====== Given entries ======

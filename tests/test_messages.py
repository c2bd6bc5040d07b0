"""The message catalogues: every message of the interface translated in every shipped language,
placeholders kept, and the compiled catalogues the build reads up to date with their sources.

``tools/messages.py`` extracts the messages from the code and the templates exactly as the
documented ``extract`` command does, so a string marked for translation and not yet translated
fails here.
"""

from __future__ import annotations

import importlib.util
import re
from pathlib import Path

import pytest

from factsheet import i18n

ROOT = Path(__file__).resolve().parents[1]
SHIPPED = [lang for lang in i18n.available() if lang != i18n.SOURCE]


def _tool():
    spec = importlib.util.spec_from_file_location("messages", ROOT / "tools" / "messages.py")
    module = importlib.util.module_from_spec(spec)
    spec.loader.exec_module(module)
    return module


messages = _tool()


@pytest.fixture(scope="module")
def template():
    return messages.template()


def test_spanish_is_shipped():
    assert "es" in SHIPPED


def test_the_sources_have_messages_to_translate(template):
    ids = {m.id if isinstance(m.id, str) else m.id[0] for m in template if m.id}
    assert len(ids) > 300  # the interface, not a handful of strings
    assert "Skip to content" in ids


@pytest.mark.parametrize("language", SHIPPED)
def test_every_message_is_translated(language, template):
    assert messages.missing(language, template) == []


PLACEHOLDER = re.compile(r"\{(\w+)\}|%\((\w+)\)s")


def _placeholders(text: str) -> set[str]:
    return {a or b for a, b in PLACEHOLDER.findall(text)}


@pytest.mark.parametrize("language", SHIPPED)
def test_translations_keep_the_placeholders(language):
    for message in messages.read(language):
        if not message.id or not message.string:
            continue
        ids = (message.id,) if isinstance(message.id, str) else message.id
        strings = (message.string,) if isinstance(message.string, str) else message.string
        expected = set().union(*map(_placeholders, ids)) - {"n", "num"}
        for string in strings:
            assert expected <= _placeholders(string) | {"n", "num"}, (message.id, string)
            assert _placeholders(string) <= set().union(*map(_placeholders, ids)), (
                message.id,
                string,
            )


@pytest.mark.parametrize("language", SHIPPED)
def test_compiled_catalogue_is_up_to_date(language):
    shipped = (i18n.LOCALE_DIR / language / "LC_MESSAGES" / "factsheet.mo").read_bytes()
    assert shipped == messages.compiled(language), "run: python tools/messages.py compile"


def test_spanish_plural_rule():
    with i18n.use_language("es"):
        assert i18n.translations("es").plural(1) == 0
        assert i18n.translations("es").plural(2) == 1
        assert i18n.translations("es").plural(0) == 1


def test_the_method_registry_texts_are_extracted_as_python_joins_them():
    """Every registered method's title, range of validity and accuracy is a message (the
    registry imports nothing of the interface; the methods page translates them)."""
    import io

    from factsheet.physics.registry import METHODS

    source = b'Method(id="x", title="two " "pieces", formula="f", validity=name, accuracy="")\n'
    found = list(messages.extract_registry(io.BytesIO(source), {}, [], {}))
    assert [text for _, _, text, _ in found] == ["two pieces"]
    ids = {m.id for m in messages.template() if m.id}
    for method in METHODS.values():
        assert {method.title, method.validity, method.accuracy} <= ids, method.id
    assert "not stated" in ids
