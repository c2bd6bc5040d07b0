"""Shared fixtures."""

from __future__ import annotations

from pathlib import Path

import pytest
from helpers import write_catalogue


@pytest.fixture
def catalogue(tmp_path: Path):
    """A factory: ``catalogue({"a.yaml": text, ...})`` gives a catalogue folder."""
    return lambda files: write_catalogue(tmp_path / "cat", files)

======

Task objective
Lines containing the word "module" are to be pulled from the records and copied.

Reply
    module = importlib.util.module_from_spec(spec)
    spec.loader.exec_module(module)
    return module
@pytest.fixture(scope="module")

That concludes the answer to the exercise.